I think one reason the surreal numbers have found so few points of contact with the rest of contemporary mathematics is that the simplicity relation $a$-is-simpler-than-$b$ does not have any translational or dilational symmetries. (The simplest number between $-2$ and $+2$ is $0$, but the simplest number between $-2+1=-1$ and $+2+1=3$ is not $0+1=1$ but $0$. Likewise, the simplest number between $1$ and $3$ is $2$, but the simplest number between $2 \times 1=2$ and $2 \times 3=6$ is not $2 \times 2=4$ but $3$.) In the wake of Bourbaki, mathematicians have favored structures that have lots of morphisms to and from other already-favored structures, and/or lots of isomorphisms to themselves (aka symmetries), and the surreal numbers don't fit in with this esthetic.

Are there any new insights into how the surreal numbers fit in with the rest of math (or why they don't)?

See also my companion post What are some examples of "chimeras" in mathematics? .

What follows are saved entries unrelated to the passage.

#[test]
fn a_dcm_design_may_use_a_reflected_voltage_whose_boundary_duty_exceeds_the_limit() {
    // Review fix (issue 3). The early duty check took D_b = V_r/(V + V_r) for every design, so a
    // DCM design was refused whenever D_b at the rectified peak exceeded the duty limit. In DCM
    // the duty is √(2·P·L·f)/V < D_b (Erickson & Maksimović, 3rd ed. (2020), Table 5.2,
    // buck-boost M = D/√K, value recalled from memory). Before the fix this spec failed with
    // "`max_duty_cycle` 0.7 cannot be met … needs a duty cycle of 0.750"; now the duty at low
    // line is √(1 − 0.5)·D_b(V_valley) and stays within the limit.
    let mut s = ideal_dc(100.0, 12.0, 1.0, 300.0, 1e-3, 65e3, 1e-3);
    s.input = InputRange::Dc {
        min: si(100.0),
        max: si(200.0),
    };
    s.primary_inductance = None;
    s.mode = Some(ModeTarget::Discontinuous { margin: 0.5 });
    s.switch_voltage_rating = si(900.0);
    let d = flyback_design(&s).unwrap();
    let c = &d.corners[0];
    assert_eq!(c.mode, ConductionMode::Discontinuous);
    // D = √(1 − m)·V_r/(V + V_r) = √0.5 × 300/400 = 0.5303 (hand calculation of the
    // definitions of the DCM target, not a reference test)
    near(c.duty_cycle, 0.5f64.sqrt() * 0.75, 1e-6);
    assert!(c.duty_cycle < s.max_duty_cycle);
    // a CCM target with the same reflected voltage is still refused: D_b = 0.75 > 0.7
    s.mode = Some(ModeTarget::Continuous { ripple_ratio: 0.5 });
    let e = error_of(&s);
    assert!(
        e.message().contains("max_duty_cycle") && e.message().contains("0.750"),
        "{e}"
    );
    // a given inductance far below the boundary is judged by its own DCM duty
    s.mode = None;
    s.primary_inductance = Some(si(200e-6));
    assert!(flyback_design(&s).is_ok());
    // CCM at 100 V (L_b = (100 V × 0.75)²/(2 × 12 W × 65 kHz) = 3.6 mH): D = D_b = 0.75
    s.primary_inductance = Some(si(10e-3));
    assert!(error_of(&s).message().contains("max_duty_cycle"));
}

#[test]
fn switching_times_longer_than_the_period_are_refused() {
    // the sense delay must fit in the longest on-time, D_max/f = 0.7/65 kHz = 10.77 µs
    let mut s = fernbank_12v();
    s.current_sense_delay = si(11e-6);
    let e = error_of(&s);
    assert_eq!(e.kind(), ErrorKind::InvalidSpec);
    assert!(
        e.message().contains("current_sense_delay") && e.message().contains(" s"),
        "{e}"
    );
    // two transitions must fit in one period
    let mut s = fernbank_12v();
    s.losses.transition_time = si(8e-6);
    let e = error_of(&s);
    assert!(e.message().contains("transition_time"), "{e}");
    let e = eval_err(
        "flyback_design(#{output_voltage: 12 * V, output_current: 1 * A, current_sense_delay: 20 * us})",
    )
    .to_string();
    assert!(e.contains("current_sense_delay"), "{e}");
}

#[test]
fn erickson_dcm_worked_example() {
    // A DCM worked example of our own numbers, checked against the buck-boost DCM relations of
    // Erickson & Maksimović, 3rd ed. (2020), Table 5.2 (value recalled from memory):
    // K = 2L/(R·T_s), M = D/√K, K_crit = (1 − D)², D₂ = √K (so D₂ = D/M).
    // The flyback is the isolated buck-boost with R referred to the primary, R' = n²·R.
    // 300 V DC bus, 12 V at 1 A, n = 8 (V_r = 96 V, ideal rectifier), L = 1 mH, 100 kHz.
    let (vin, vo, io, n, l, f) = (300.0, 12.0, 1.0, 8.0, 1e-3, 100e3);
    let d = flyback_design(&ideal_dc(vin, vo, io, n * vo, l, f, 1e-3)).unwrap();
    let c = &d.corners[0];
    let r_ref = n * n * vo / io; // 768 Ω
    let k = 2.0 * l * f / r_ref; // 0.26042
    let m = n * vo / vin; // 0.32
    let duty = m * k.sqrt(); // 0.16330
    assert!(k < (1.0 - duty).powi(2), "DCM by K < K_crit");
    assert_eq!(c.mode, ConductionMode::Discontinuous);
    near(c.duty_cycle, duty, 1e-9);
    near(c.demagnetising_duty, k.sqrt(), 1e-9);
    // peak from the on-time volt-seconds: I_pk = V_in·D·T_s/L = 0.48990 A
    let ipk = vin * duty / (l * f);
    near(c.primary_current_peak.value, ipk, 1e-9);
    near(c.primary_current_valley.value, 0.0, 0.0);
    // triangle: average D·I_pk/2 (= P/V_in = 40 mA), RMS I_pk·√(D/3)
    near(c.primary_current_avg.value, vo * io / vin, 1e-9);
    near(c.primary_current_rms.value, ipk * (duty / 3.0).sqrt(), 1e-9);
    // secondary: peak n·I_pk = 3.9192 A, average I_o = n·I_pk·D₂/2, RMS n·I_pk·√(D₂/3)
    let s = &c.secondaries[0];
    near(s.current_peak.value, n * ipk, 1e-9);
    near(n * ipk * k.sqrt() / 2.0, io, 1e-9);
    near(s.current_rms.value, n * ipk * (k.sqrt() / 3.0).sqrt(), 1e-9);
    // the rectifier blocks V_in/n + V_o = 49.5 V while the switch is on (Erickson &
    // Maksimović, 3rd ed., flyback section 6.3, value recalled from memory)
    near(s.rectifier_reverse_voltage.value, vin / n + vo, 1e-12);
}

/// Independent numerical integration (midpoint rule) of a piecewise-linear pulse: the current
/// starts at `start`, changes at `slope` (A/s) for `width` seconds and is zero for the rest of
/// `period`. Returns (average, RMS).
fn integrate_pulse(start: f64, slope: f64, width: f64, period: f64) -> (f64, f64) {
    let steps = 200_000;
    let dt = width / steps as f64;
    let (mut s1, mut s2) = (0.0, 0.0);
    for k in 0..steps {
        let i = start + slope * (k as f64 + 0.5) * dt;
        s1 += i * dt;
        s2 += i * i * dt;
    }
    (s1 / period, (s2 / period).sqrt())
}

It occurred to me after I posted my question that there is a weak $p$-adic analogue of the 2-adic surreal-numbers set-up, in which one relaxes the constraint that every interval contains a unique simplest number (that's a lot to give up, I admit!). If one defines $p$-adic simplicity in ${\bf Z}[1/p]$ in the obvious way (changing "2" to "$p$" in Conway's definition, so that integers are small if they are near 0 in the usual sense and elements of ${\bf Z}[1/p]$ are small if they have small denominator), then the following is true for $a_L,a_R,b_L,b_R$ in ${\bf Z}[1/p]$: if there is a unique simplest $a$ in ${\bf Z}[1/p]$ that is greater than $a_L$ and less than $a_R$, and there is a unique simplest $b$ in ${\bf Z}[1/p]$ that is greater than $b_L$ and less than $b_R$, then there is a simplest $c$ in ${\bf Z}[1/p]$ that is greater than $a+b_L$ and $a_L+b$ and less than $a+b_R$ and $a_R+b$, and it satisfies $c=a+b$. (Conway's multiplication formula works in this setting as well.) Is this mentioned in the surreal numbers literature, and more importantly, does the observation lead anywhere?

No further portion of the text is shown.